Run-Specific Cache Parameters
| Run | Associativity | Placement Policy |
|---|---|---|
| A | 1 | Direct Mapping |
| B | 2-way | Set Associative |
| C | 16 | Fully Associative |
Checkoff
- Compare the hit rates of Run A, Run B, and Run C. What changes as associativity increases?
- Which misses from the direct-mapped case are reduced by the set-associative and fully associative cases?
- Why does higher associativity help less than changing the access order in Scenario 1?
Part 2: 6G Signal Demodulation Prototyping Optimization
In this part, you will optimize simplified demodulation-side
code in exe2_template.
A simple background (task requires none of these):
Modern communication systems such as 6G and Wi-Fi 7 typically use OFDM with QAM modulation. In a digital modem, transmitted symbols are mapped to baseband I/Q values and later recovered during demodulation. In OFDM systems, these values are arranged on a two-dimensional resource grid indexed by OFDM symbol and subcarrier.

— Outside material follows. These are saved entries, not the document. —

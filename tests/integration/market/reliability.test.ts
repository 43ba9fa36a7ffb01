import { afterEach, beforeEach, describe, expect, it, vi } from "vitest";
import type { Db } from "@/db/client";
import { findLabelsOf, listLabelStamps } from "@/db/queries/reliability";
import { estimateReliability, ReliabilityBatch } from "@/lib/consensus/reliability";
import { reliabilityOf, RELIABILITY_IMAGES_MAX } from "@/lib/market/consensus/reliabilityOf";
import { freshDb } from "@/tests/support/db";
import { bottles, openMarket, work, type Market } from "@/tests/support/market";

let db: Db;
let market: Market;
beforeEach(() => {
  db = freshDb();
  market = openMarket(db, { imageCount: 5, kMin: 3, kMax: 3 });
});
afterEach(() => vi.restoreAllMocks());

const settings = { kMin: 3, kMax: 3 };
const kept = () => reliabilityOf(db, { id: market.batchId }, settings);
const fromScratch = () => {
  const ids = listLabelStamps(db, market.batchId, RELIABILITY_IMAGES_MAX).map(({ imageId }) => imageId);
  return estimateReliability([...findLabelsOf(db, ids).values()], { settings });
};

/** Every number of the answer with its path, so that whole answers are compared to a tolerance. */
function numbersOf(value: unknown, path = ""): [string, number][] {
  if (typeof value === "number") return [[path, value]];
  if (typeof value !== "object" || value === null) return [];
  return Object.entries(value).flatMap(([key, inner]) => numbersOf(inner, `${path}.${key}`));
}

describe("what a batch tells of its annotators while submissions arrive", () => {
  it("is, after each one, what all of them tell from scratch, to 1e-6", () => {
    expect(kept()).toBeUndefined();
    for (let round = 0; round < 5; round++) {
      market.annotators.slice(0, 3).forEach((annotator, k) => {
        work(market, annotator, k === 2 ? [...bottles(2 + round), [400, 10, 30, 30]] : bottles(k), {
          imageId: market.imageIds[round],
        });
        const known = kept();
        if (known === undefined) return;
        const expected = numbersOf(fromScratch());
        const actual = new Map(numbersOf(known));
        expect([...actual.keys()].sort()).toEqual(expected.map(([path]) => path).sort());
        for (const [path, number] of expected)
          expect(Math.abs((actual.get(path) ?? NaN) - number), path).toBeLessThan(1e-6);
      });
    }
    expect(kept()?.annotators[market.annotators[0]?.id ?? ""]?.images).toBe(5);
  });

  it("costs the grouping of one image for each that changed, and of none otherwise", () => {
    const put = vi.spyOn(ReliabilityBatch.prototype, "put");
    for (let round = 0; round < 4; round++)
      market.annotators
        .slice(0, 3)
        .forEach((annotator, k) => work(market, annotator, bottles(k), { imageId: market.imageIds[round] }));
    kept();
    const before = put.mock.calls.length;
    kept();
    expect(put.mock.calls).toHaveLength(before);
    market.annotators
      .slice(0, 2)
      .forEach((annotator, k) => work(market, annotator, bottles(k), { imageId: market.imageIds[4] }));
    kept();
    expect(put.mock.calls).toHaveLength(before + 1);
  });
});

This lab uses a simplified receiver model: assume that
filtering, sampling, and RF/front-end processing have already
been completed by a 6G modem ASIC (And this is the main reason
you must COPY the data into your data
structure (struct QAMRecord in existing
apply_qam_fast.c, you may optimize the layout of
it)rather than directly bypass some of them in following task,
read the code!). Your task is to prototype the remaining
RISC-V-based digital processing subsystem, that means you
do nothing to real communication stuffs, focus
on memory-side optimization.
Run all Part 2 commands from inside
exe2_template:
cd exe2_templateFor this part, only edit:
apply_qam_fast.c
Keep the function interface and final output unchanged. The setup code is fixed; your goal is to improve the demodulation-side implementation while preserving correctness.
How to test
cd exe2_template
make base_test
make fast_test
make check_test
make benchmarkmake base_testruns the baseline versionmake fast_testruns your optimized versionmake check_testcompares the outputsmake benchmarkreports performance on a larger workload
You can also run:
cd exe2_template
make allYou could compare the throughput in MB/s, while noticing that for simplicity this lab use 4QAM (QPSK), so thorughput < 100Mbps is totally normal and expected.
What to show at checkoff
Checkoff
- What locality problems did you find in the baseline?
- What changes did you make in
apply_qam_fast.c?- Why do your changes improve cache performance?
- Show that your output matches the baseline.